SUPPLIED INFORMATION section start

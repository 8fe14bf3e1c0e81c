/** A letter before it is addressed. Plain text first; the HTML says the same and nothing more. */
export interface Letter {
  subject: string;
  text: string;
  html: string;
}

interface LetterParts {
  subject: string;
  /** In order; shown above the link. */
  before: string[];
  /** The one thing to do, if there is one. */
  link?: { label: string; url: string };
  after?: string[];
}

/** Sets the parts of a letter as text and as HTML, everything escaped. */
export function writeLetter({ subject, before, link, after = [] }: LetterParts): Letter {
  const greeting = 'Hello,';
  const closing = 'Holdfast';
  const lines = [greeting, ...before, ...(link ? [`${link.label}:\n${link.url}`] : []), ...after, closing];
  const blocks = [
    paragraph(greeting),
    ...before.map(paragraph),
    ...(link ? [linkBlock(link)] : []),
    ...after.map(paragraph),
    paragraph(closing),
  ];
  const html = `<!doctype html>
<html lang="en">
<head><meta charset="utf-8"><title>${escape(subject)}</title></head>
<body style="margin:0;padding:24px;background:#f7f4ec;color:#191c1e;font:18px/1.5 Verdana,sans-serif">
<div style="max-width:34em">
${blocks.join('\n')}
</div>
</body>
</html>
`;
  return { subject, text: `${lines.join('\n\n')}\n`, html };
}

function paragraph(text: string): string {
  return `<p style="margin:0 0 16px">${escape(text)}</p>`;
}

function linkBlock({ label, url }: { label: string; url: string }): string {
  const look =
    'display:inline-block;padding:14px 22px;border-radius:6px;background:#1a4b9c;color:#fffdf7;font-weight:bold';
  return `<p style="margin:0 0 16px"><a href="${escape(url)}" style="${look}">${escape(label)}</a></p>
<p style="margin:0 0 16px;font-size:15px;color:#4d5357">If the button does nothing, copy this into your browser:<br>${escape(url)}</p>`;
}

function escape(text: string): string {
  return text.replace(/[&<>"']/g, (character) => `&#${character.charCodeAt(0)};`);
}
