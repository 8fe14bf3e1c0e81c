import 'server-only';
import { log } from '../log';
import { composeLetter } from './compose-letter';
import { letterOrder } from './letter-order';
import { sendLetter } from './send-letter';

/**
 * One job of the mail queue: writes the letter and hands it to the mail server.
 *
 * @throws Error when it is worth another try; the queue sees to that
 */
export async function deliverLetter(order: unknown): Promise<void> {
  const parsed = letterOrder.parse(order);
  const addressed = await composeLetter(parsed);
  if (!addressed) return;
  const sent = await sendLetter(addressed);
  if (sent.ok) return;
  if (sent.code === 'try-later') throw new Error(`The mail server did not take the letter: ${sent.reason}`);
  log.warn({ letter: parsed.letter, reason: sent.reason }, 'the mail server refused a letter for good');
}
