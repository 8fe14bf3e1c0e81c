'use client';
import type { CuttingJob } from '@/lib/domain/cutting';
import { formatMoney } from '@/lib/domain/measure';
import { findPart } from '@/lib/domain/plan/find';
import { CuttingDiagram } from '@/components/diagrams/cutting-diagram';
import { Notice } from '@/components/ui/notice';
import { TrueFractions } from '../entry/true-fractions';
import { useBench } from '../shell/bench-context';
import { useBuild } from '../shell/build-context';
import { drawnPieces, type DrawnPiece } from './drawn-pieces';
import type { PlannedJob } from './planned-job';
import type { JobAnswer } from './use-cutting-plans';

/** One stock: how much of it, what that costs, how good the plan is, and a diagram of every board or sheet. */
export function JobSection({ job, answer }: { job: CuttingJob; answer: JobAnswer }) {
  const id = `cutting-${job.stock.id}`;
  return (
    <section aria-labelledby={id} className="grid gap-4" aria-busy={answer.state === 'planning'}>
      <h2 id={id} className="border-b-2 border-iron pb-1 text-[1.5rem]">
        <TrueFractions text={job.stock.name} />
      </h2>
      {answer.state === 'planning' && <p className="text-soft">Planning the cuts.</p>}
      {answer.state === 'fault' && (
        <Notice tone="danger" title="No plan.">
          {answer.words}
        </Notice>
      )}
      {answer.state === 'planned' && <Planned planned={answer.planned} />}
    </section>
  );
}

function Planned({ planned }: { planned: PlannedJob }) {
  const { format } = useBench();
  const { plan } = useBuild();
  const { job } = planned;
  const labelOf = (partId: string) => findPart(plan, partId)?.label ?? partId;
  const drawn = drawnPieces(planned, labelOf);
  const unplaced = [...job.unplaced, ...planned.plan.unplaced];
  const estimates = job.estimates.map(labelOf);
  const share = shares(drawn);
  return (
    <>
      <p className="text-[1.25rem]">
        <b>{buyWords(drawn, (length) => format(length).text)}</b>
        {costWords(planned)}
      </p>
      <p className="text-[1.0625rem] text-soft">
        {drawn.length > 0 && `${share.waste} % waste, ${share.kept} % left over in pieces worth keeping. `}
        {planned.plan.proved
          ? 'No cheaper plan exists for this list; that is proved.'
          : 'It may be possible with less; this is the best found in two seconds.'}
      </p>
      {estimates.length > 0 && (
        <Notice tone="wait" title="Not to be cut yet.">
          {estimates.join(', ')}: a size is still to be taken from the work. Room is kept for{' '}
          {estimates.length === 1 ? 'it' : 'them'}.
        </Notice>
      )}
      {unplaced.map(({ partId, quantity, reason }) => (
        <Notice key={partId} tone="danger" title={`${labelOf(partId)}: ${quantity} not planned.`}>
          {reason}
        </Notice>
      ))}
      <ol className="grid gap-5">
        {drawn.map((each, index) => (
          <li key={index} className="grid gap-1">
            <CuttingDiagram
              length={each.length}
              width={each.width}
              pieces={each.pieces}
              grain={each.grain}
              label={`${each.times > 1 ? `${each.times} times ` : ''}${format(each.length).text}: ${each.pieces
                .filter(({ look }) => look !== 'kept')
                .map(({ label }) => label)
                .join(', ')}`}
            />
            <p className="text-[1.0625rem]">
              {each.times > 1 && <b>{each.times} of these. </b>}
              <TrueFractions text={each.cuts.map((cut) => `${cut.word} ${format(cut.setting).text}`).join(' · ')} />
            </p>
          </li>
        ))}
      </ol>
    </>
  );
}

function buyWords(drawn: readonly DrawnPiece[], size: (length: number) => string): string {
  const counts = new Map<string, number>();
  for (const { sold, times } of drawn) {
    const words = sold.width === null ? size(sold.length) : `${size(sold.length)} × ${size(sold.width)}`;
    counts.set(words, (counts.get(words) ?? 0) + times);
  }
  return counts.size === 0 ? 'Nothing to buy' : [...counts].map(([words, count]) => `${count} of ${words}`).join(', ');
}

function costWords({ job, plan }: PlannedJob): string {
  const currency = job.stock.price?.amount.currency;
  return currency === undefined
    ? ''
    : `, ${formatMoney({ minor: plan.cost, currency }, navigator.language)} before tax`;
}

/** Whole per cents of what is bought that become dust and scrap, and that are left over to keep. */
function shares(drawn: readonly DrawnPiece[]): { waste: number; kept: number } {
  const area = (rows: readonly { length: number; width: number }[]) =>
    rows.reduce((sum, { length, width }) => sum + length * width, 0);
  const bought = drawn.reduce((sum, { length, width, times }) => sum + length * width * times, 0);
  const of = (look: (kept: boolean) => boolean) =>
    drawn.reduce(
      (sum, { pieces, times }) => sum + times * area(pieces.filter((each) => look(each.look === 'kept'))),
      0,
    );
  const percent = (part: number) => Math.round((part / Math.max(1, bought)) * 100);
  const kept = percent(of((isKept) => isKept));
  return { kept, waste: 100 - kept - percent(of((isKept) => !isKept)) };
}
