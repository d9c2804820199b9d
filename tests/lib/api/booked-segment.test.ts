import { describe, expect, test } from "vitest";
import { bookedSegmentOf } from "@/lib/api/booked-segment";
import { bookedSegment } from "@/lib/api/segments";

const row = {
  startAt: new Date("2026-03-02T14:00:00Z"),
  endAt: new Date("2026-03-02T14:30:00Z"),
  seconds: 1800,
  activity: "run" as const,
  ticket: "26048176",
  operation: "010",
  code: null,
  cell: "Mill",
  said: false,
  item: 0,
  workerId: "a row's own",
  workerNumber: "1042",
  workerName: "Ilo Varn",
};

describe("bookedSegmentOf", () => {
  test("names nobody to those who may not know, not even by number", () => {
    const segment = bookedSegmentOf(row, false);
    expect(bookedSegment.strict().parse(segment)).toEqual(segment);
    expect(JSON.stringify(segment)).not.toMatch(/worker|1042|Ilo|row's own/);
  });
  test("names the worker to those who may", () => {
    const worker = { worker: "1042", name: "Ilo Varn" };
    expect(bookedSegmentOf(row, true)).toEqual({ ...bookedSegmentOf(row, false), worker });
  });
  test("a segment that runs has no end", () => {
    expect(bookedSegmentOf({ ...row, endAt: null, seconds: null }, false)).toMatchObject({
      start: "2026-03-02T14:00:00.000Z",
      end: null,
      seconds: null,
    });
  });
});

SUPPLIED INFORMATION section end

*TASK DIRECTIONS*. Begin with the line above that has "const words = sold.width" and continue through the line that has "length * width, 0);", setting each one down exactly. Stop there.

*ANSWER*.
    const words = sold.width === null ? size(sold.length) : `${size(sold.length)} × ${size(sold.width)}`;
    counts.set(words, (counts.get(words) ?? 0) + times);
  }
  return counts.size === 0 ? 'Nothing to buy' : [...counts].map(([words, count]) => `${count} of ${words}`).join(', ');
}

function costWords({ job, plan }: PlannedJob): string {
  const currency = job.stock.price?.amount.currency;
  return currency === undefined
    ? ''
    : `, ${formatMoney({ minor: plan.cost, currency }, navigator.language)} before tax`;
}

/** Whole per cents of what is bought that become dust and scrap, and that are left over to keep. */
function shares(drawn: readonly DrawnPiece[]): { waste: number; kept: number } {
  const area = (rows: readonly { length: number; width: number }[]) =>
    rows.reduce((sum, { length, width }) => sum + length * width, 0);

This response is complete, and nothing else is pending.